Après quelques heures de méditation, l'image de Thaïs lui apparut avec
une extrême netteté. Il la revit telle qu'il l'avait vue lors de la tentation,
belle selon la chair. Elle se montra d'abord comme une Léda,
mollement couchée sur un lit d'hyacinthe, la tête renversée, les yeux
humides et pleins d'éclairs, les narines frémissantes, la bouche
entr'ouverte, la poitrine en fleur et les bras frais comme deux ruisseaux.
A cette vue, Paphnuce se frappait la poitrine et disait:

--Je te prends à témoin, mon Dieu, que je considère la laideur de mon
péché!
Cependant l'image changeait insensiblement d'expression. Les lèvres de
Thaïs révélaient peu à peu, en s'abaissant aux deux coins de la bouche,
une mystérieuse souffrance. Ses yeux agrandis étaient pleins de larmes
et de lueurs; de sa poitrine glonflée de soupirs, montait une haleine
semblable aux premiers souffles de l'orage. A cette vue, Paphnuce se
sentit troublé jusqu'au fond de l'âme. S'étant prosterné, il fit cette prière:
--Toi qui as mis la pitié dans nos coeurs comme la rosée du matin sur
les prairies, Dieu juste et miséricordieux, sois béni! Louange, louange à
toi! Écarte de ton serviteur cette fausse tendresse qui mène à la
concupiscence et fais-moi la grâce de ne jamais aimer qu'en toi les
créatures, car elles passent et tu demeures. Si je m'intéresse à cette
femme, c'est parce qu'elle est ton ouvrage. Les anges eux-mêmes se
penchent vers elle avec sollicitude. N'est-elle pas, ô Seigneur, le souffle
de ta bouche? Il ne faut pas qu'elle continue à pécher avec tant de
citoyens et d'étrangers. Une grande pitié s'est élevée pour elle dans mon
coeur. Ses crimes sont abominables et la seule pensée m'en donne un
tel frisson que je sens se hérisser d'effroi tous les poils de ma chair.
Mais plus elle est coupable et plus je dois la plaindre. Je pleure en
songeant que les diables la tourmenteront durant l'éternité.
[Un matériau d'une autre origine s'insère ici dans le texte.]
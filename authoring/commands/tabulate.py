"""`tabulate`: quantities over species (and their electrons), as text, CSV or JSON."""

from __future__ import annotations

import click

from authoring.atoms.species import parse_range
from authoring.commands.common import convention_option, json_option, practice_under, print_json
from authoring.faults import UsageError
from authoring.shielding.tables import Row, rows_of


@click.command("tabulate")
@click.argument("quantities", nargs=-1, required=True)
@click.option("--species", required=True, help="Species and ranges: H-Kr, 1-118, 'Na+,Mg2+'.")
@click.option("--electrons", default="all", help="all, outermost, or subshells: '3d,4s'.")
@click.option("--csv", "as_csv", is_flag=True, help="Print CSV.")
@convention_option
@json_option
def command(
    quantities: tuple[str, ...],
    species: str,
    electrons: str,
    as_csv: bool,
    conventions: tuple[str, ...],
    as_json: bool,
) -> None:
    """Tabulate QUANTITIES over species, one row for each electron where they are quantities of an electron.

    \b
    shieldwright tabulate "effective nuclear charge" --species H-Kr --electrons outermost
    """
    if as_csv and as_json:
        raise UsageError("say --csv or --json, not both")
    head, rows, left_out = rows_of(quantities, parse_range(species), electrons, practice_under(conventions))
    if as_json:
        print_json([dict(zip(head, row, strict=True)) for row in rows])
    elif as_csv:
        click.echo(csv_text(head, rows), nl=False)
    else:
        click.echo(aligned(head, rows))
    for words in left_out[:10]:
        click.echo(f"left out: {words}", err=True)
    if len(left_out) > 10:
        click.echo(f"left out: {len(left_out) - 10} more", err=True)


def csv_text(head: tuple[str, ...], rows: list[Row]) -> str:
    """CSV with a header; our cells hold no commas, quotes or line breaks, unless a quantity is text."""
    import csv
    import io

    out = io.StringIO()
    writer = csv.writer(out, lineterminator="\n")
    writer.writerow(head)
    writer.writerows(rows)
    return out.getvalue()


def aligned(head: tuple[str, ...], rows: list[Row]) -> str:
    """Columns with two spaces between them, the quantities at the right."""
    table = [head, *[tuple(str(cell) for cell in row) for row in rows]]
    widths = [max(len(row[at]) for row in table) for at in range(len(head))]
    left = {"species", "electron"}
    return "\n".join(
        "  ".join(
            cell.ljust(width) if name in left else cell.rjust(width)
            for cell, width, name in zip(row, widths, head, strict=True)
        ).rstrip()
        for row in table
    )
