"""*rank* and *identify*: orders, ties, and species that must be told from all others."""

from __future__ import annotations

import pytest
from tasks_help import codes, in_a_row, solved, wrongs

from authoring.atoms.species import Species
from authoring.faults import ContentError
from authoring.working.text import to_text

RANK = "- rank: effective nuclear charge\n"
IDENTIFY = "- identify: effective nuclear charge\n"


def test_species_are_put_in_order() -> None:
    part = solved(RANK + "  among: [Si, Na, Al, Mg]\n  electron: outermost\n")
    # Slater's rules by hand: 2.20, 2.85, 3.50, 4.15
    closing = "Z_eff(Na) = 2.20 < Z_eff(Mg) = 2.85 < Z_eff(Al) = 3.50 < Z_eff(Si) = 4.15 → Na < Mg < Al < Si"
    assert to_text(part.steps[-1].line.chain) == closing
    assert part.answer.kind == "order"
    assert part.answer.shown == to_text(part.answer.node) == "Na < Mg < Al < Si"
    assert part.answer.value == tuple(Species.parse(each) for each in ("Na", "Mg", "Al", "Si"))
    assert codes(part) == ["A1", "A2", "A3", "A4", "A5"]


def test_the_largest_may_come_first() -> None:
    part = solved(RANK + "  among: Na-Al\n  order: decreasing\n  marks: 1\n")
    assert part.answer.shown == "Al > Mg > Na"
    assert part.points[0].line == len(part.steps) - 1
    assert "decreasing effective nuclear charge" in part.ask


def test_electrons_of_one_species_are_ranked_by_energy() -> None:
    part = solved("- rank: orbital energy\n  of: Fe\n  among: [4s, 3d, 3p]\n")
    assert part.answer.shown == "3p < 3d < 4s"
    assert part.ask == (
        "Rank the `4s`, `3d` and `3p` electrons of iron in order of increasing orbital energy. Show your working."
    )
    # By hand: S reported as the charge, 4s has 22.25 (n* 3.7), 3d 19.75 and 3p 11.25 (n* 3): −R × 36.2, 43.3, 14.1.
    assert wrongs(part)["stopped at S"] == "3d < 4s < 3p"


def test_the_order_under_a_slip_is_the_slips_own() -> None:
    part = solved(RANK + "  among: [Na, Mg, Al]\n")
    # s counted 0.85 for a p electron: Al 3p is 13 − (2 × 0.85 + 8 × 0.85 + 2) = 2.50 < 2.85, by hand
    assert wrongs(part) == {"s counted inside p": "Na < Al < Mg"}


def test_values_that_stand_already_are_not_worked_again() -> None:
    *_, part = in_a_row(
        "- calculate: effective nuclear charge\n  of: Na\n",
        "- calculate: effective nuclear charge\n  of: Mg\n",
        RANK + "  among: [Na, Mg, Al]\n",
    )
    assert {step.target.species.label for step in part.steps[:-1]} == {"Al"}
    assert part.marks == 2


@pytest.mark.parametrize(
    ("rest", "words"),
    [
        ("  among: [Na, Mg]\n", "3 to 6 things to rank, not 2"),
        ("  among: Na-Ca\n", "not 10"),
        ("  among: [Na, Mg, Na]\n", "same thing twice"),
        ("  of: V\n  among: [4s, 3s, 3p]\n", "both are 11.75"),
        ("  among: [Li, Na, K]\n", "both are 2.20"),
        ("  among: [Na, Mg, Qq]\n", "Qq"),
        ("  of: V\n  among: [4s, 3s, 4f]\n", "V has no 4f electron"),
        ("  among: [Na, Mg, Al]\n  electron: 3p\n", "Na has no 3p electron"),
    ],
)
def test_what_cannot_be_ranked_says_why(rest: str, words: str) -> None:
    with pytest.raises(ContentError, match=words):
        solved(RANK + rest)


def test_values_equal_as_printed_are_a_tie() -> None:
    # 3.00, 3.15 and 3.30 are told apart to two places, and not to none.
    assert solved(RANK + "  among: [Sc, Ti, V]\n  electron: 4s\n").answer.shown == "Sc < Ti < V"
    with pytest.raises(ContentError, match="both are 3"):
        solved(RANK + "  among: [Sc, Ti, V]\n  electron: 4s\n  places: 0\n")


def test_what_is_not_of_an_electron_takes_none() -> None:
    with pytest.raises(ContentError, match="no size"):
        solved("- rank: configuration\n  among: [Na, Mg, Al]\n")
    with pytest.raises(ContentError, match="leave `of` out"):
        solved("- rank: configuration\n  of: V\n  among: [4s, 3d, 3p]\n")


def test_the_species_of_a_value_is_identified() -> None:
    part = solved(IDENTIFY + "  of: V\n  electron: 3d\n  among: Sc-Zn\n")
    assert part.ask == (
        "One of the elements from scandium to zinc has the effective nuclear charge 4.30 for a `3d` electron. "
        "Identify it, and show how you know."
    )
    assert part.answer.value == Species.parse("V")
    assert part.given == (("effective nuclear charge", "4.30"),)
    assert to_text(part.steps[-1].line.chain).endswith("Z_eff(V) = 4.30 < Z_eff(Cr) = 4.60 < Z_eff(Mn) = 5.60 → V")
    assert codes(part) == ["A1", "M1"]


def test_without_a_list_the_pool_of_the_draw_is_meant() -> None:
    part = solved(IDENTIFY + "  of: metal\n  electron: 3d\n")
    assert "the elements from scandium to zinc" in part.ask
    with pytest.raises(ContentError, match="`among` says which species are possible"):
        solved(IDENTIFY + "  of: metal\n  electron: 3d\n", pools={})


def test_rivals_are_named() -> None:
    # Li and Na: 1.30 and 2.20; Na and K: both 2.20, by hand.
    with pytest.raises(ContentError, match="does not tell K from Na"):
        solved(IDENTIFY + "  of: K\n  among: [Li, Na, K]\n")
    assert solved(IDENTIFY + "  of: Li\n  among: [Li, Na, K]\n").answer.shown == "Li"


def test_rounding_can_make_rivals() -> None:
    with pytest.raises(ContentError, match="does not tell V from"):
        solved(IDENTIFY + "  of: V\n  electron: 4s\n  among: Sc-Zn\n  figures: 1\n")


def test_a_species_without_such_an_electron_is_no_rival() -> None:
    part = solved(IDENTIFY + "  of: Al\n  electron: 3p\n  among: [Na, Mg, Al]\n")
    assert "Of the 1 possible species" in part.notes[-1]


def test_a_configuration_identifies_a_species() -> None:
    part = solved("- identify: configuration\n  of: V\n  among: Sc-Zn\n")
    assert "`1s2 2s2 2p6 3s2 3p6 3d3 4s2`" in part.ask
    with pytest.raises(ContentError, match="Ar"):
        solved("- identify: configuration\n  of: K+\n  among: [Ar, K+, Ca]\n")


@pytest.mark.parametrize(
    ("rest", "words"),
    [
        ("  among: Sc-Zn\n", "`of` says"),
        ("  of: V\n  among: [V]\n", "at least two"),
        ("  of: V\n  among: [Na, Mg]\n", "V is not among"),
        ("  of: V\n  electron: 4p\n  among: Sc-Zn\n", "V has no 4p electron"),
    ],
)
def test_what_cannot_be_identified_says_why(rest: str, words: str) -> None:
    with pytest.raises(ContentError, match=words):
        solved(IDENTIFY + rest)


def test_a_slip_leads_to_another_species() -> None:
    part = solved(IDENTIFY + "  of: Cr\n  electron: 4s\n  among: Sc-Zn\n")
    # The electron itself counted, V has 23 − 20.05 = 2.95, which is what Cr has (24 − 21.05), by hand.
    assert part.answer.shown == "Cr"
    assert part.given == (("effective nuclear charge", "2.95"),)
    assert wrongs(part)["self counted"] == "V"


def test_the_wording_names_what_the_quantity_is_of() -> None:
    part = solved("- rank: measured ionization energy\n  among: [Na, Mg, Al]\n  with: {stage: 2}\n")
    assert "increasing measured ionization energy (stage 2)" in part.ask
    # NIST: 47.29, 15.04 and 18.83 eV
    assert part.answer.shown == "Mg < Al < Na"
    counted = solved("- decide: unpaired electrons\n  between: [Mn, V]\n")
    assert "the larger number of unpaired electrons: manganese or vanadium" in counted.ask
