"""`mark`: judge scripts from a file, or one after the other at the desk; keep everything in the ledger."""

from __future__ import annotations

import sys
from pathlib import Path

import click

from authoring.commands.common import json_option
from authoring.commands.mark_file import mark_file
from authoring.faults import ContentError, UsageError
from authoring.marking.desk import Desk, with_marks
from authoring.marking.ledger import Ledger
from authoring.marking.ledger_mark import Mark
from authoring.marking.recall import RecalledSet, recalled


@click.command("mark")
@click.argument("folder")
@click.argument("scripts", required=False)
@click.option("--marker", default="marker", show_default=True, help="Who marks: an id, not a name.")
@click.option("--merge", "other", metavar="LEDGER", help="Take in the ledger of another marker's machine.")
@click.option("--differences", is_flag=True, help="Show where markers differ.")
@click.option("--decide", nargs=3, metavar="PAPER PART MARKS", help="Settle a part; needs --reason.")
@click.option("--reason", help="Why, with --decide.")
@click.option("--full", is_flag=True, help="Print every judgement, not only those that need a person.")
@json_option
def command(
    folder: str,
    scripts: str | None,
    marker: str,
    other: str | None,
    differences: bool,
    decide: tuple[str, str, str] | None,
    reason: str | None,
    full: bool,
    as_json: bool,
) -> None:
    """Mark the set in FOLDER: the scripts in a file (YAML or CSV), or, without one, paper by paper at the keyboard.

    \b
    shieldwright mark autumn-test scripts.yaml
    shieldwright mark autumn-test
    """
    of = recalled(Path(folder))
    if other is not None or decide is not None or differences:
        with Ledger.open(Path(folder), of.set_id) as ledger:
            if other is not None:
                click.echo(f"{ledger.merge(Path(other))} new entries taken in")
            if decide is not None:
                _decide(of, ledger, decide, reason, marker)
            if differences:
                _show_differences(ledger)
    elif scripts is None:
        with Ledger.open(Path(folder), of.set_id) as ledger:
            _at_desk(of, ledger, marker)
    if scripts is not None:
        sys.exit(mark_file(of, Path(folder), Path(scripts), marker, "json" if as_json else "full" if full else "open"))


# --- the desk and decisions --------------------------------------------------------------------------------


def _at_desk(of: RecalledSet, ledger: Ledger, marker: str) -> None:
    def ask(words: str) -> str:
        try:
            return input(words)
        except EOFError:
            return "stop"

    Desk(of, ledger, marker, ask, click.echo).run()


def _decide(of: RecalledSet, ledger: Ledger, decide: tuple[str, str, str], reason: str | None, marker: str) -> None:
    code, part, marks = decide
    if not reason:
        raise UsageError("a decision needs its reason: --reason TEXT")
    if not marks.isascii() or not marks.isdigit() or len(marks) > 3:
        raise UsageError(f"{marks[:20]!r} is no number of marks")
    events = ledger.current(paper=code.upper(), part=part)
    if not events:
        known = of.paper(code.upper()).labels if code.upper() in of.codes else of.codes
        raise ContentError(f"nobody has marked {code[:20]} {part[:20]} yet", part, known)
    mark = events[-1].mark
    decided = with_marks(mark.judgement, int(marks), reason)
    ledger.adjudicate(Mark(mark.paper, decided, mark.candidate), marker, reason)
    click.echo(f"{mark.paper} {part}: {decided.awarded} of {decided.out_of} decided")


def _show_differences(ledger: Ledger) -> None:
    found = ledger.differences()
    for difference in found:
        marks = ", ".join(f"{event.marker} {event.mark.judgement.awarded}" for event in difference.marks)
        click.echo(f"{difference.paper}  {difference.part}  {marks}")
    click.echo(f"{len(found)} parts differ; settle one with --decide PAPER PART MARKS --reason TEXT")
Comme il méditait de la sorte, il vit un petit chacal assis à ses pieds. Il
en éprouva une grande surprise, car la porte de sa cellule était fermée
depuis le matin. L'animal semblait lire dans la pensée de l'abbé et il
remuait la queue comme un chien. Paphnuce se signa: la bête s'évanouit.
Connaissant alors que pour la première fois le diable s'était glissé dans
sa chambre, il fit une courte prière; puis il songea de nouveau à Thaïs.